● Exercise requirements:
The full listing, from first line to last, should be set down again exactly.

● Information supplied:
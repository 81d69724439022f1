import { MikroORM, type EntityManager } from '@mikro-orm/postgresql';
import { createDbConfig, type DbConfigInput } from './config.js';

export type Orm = MikroORM;
export type Em = EntityManager;

/** Connects and checks the schema is migrated; callers own `orm.close()`. */
export async function initOrm(input: DbConfigInput): Promise<MikroORM> {
  return MikroORM.init(createDbConfig(input));
}

/** Applies pending migrations; returns the names applied. */
export async function migrate(orm: MikroORM): Promise<string[]> {
  const applied = await orm.getMigrator().up();
  return applied.map((m) => m.name);
}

● Solved exercise:
repository 81d69724439022f1
import { MikroORM, type EntityManager } from '@mikro-orm/postgresql';
import { createDbConfig, type DbConfigInput } from './config.js';

export type Orm = MikroORM;
export type Em = EntityManager;

/** Connects and checks the schema is migrated; callers own `orm.close()`. */
export async function initOrm(input: DbConfigInput): Promise<MikroORM> {
  return MikroORM.init(createDbConfig(input));
}

/** Applies pending migrations; returns the names applied. */
export async function migrate(orm: MikroORM): Promise<string[]> {
  const applied = await orm.getMigrator().up();
  return applied.map((m) => m.name);
}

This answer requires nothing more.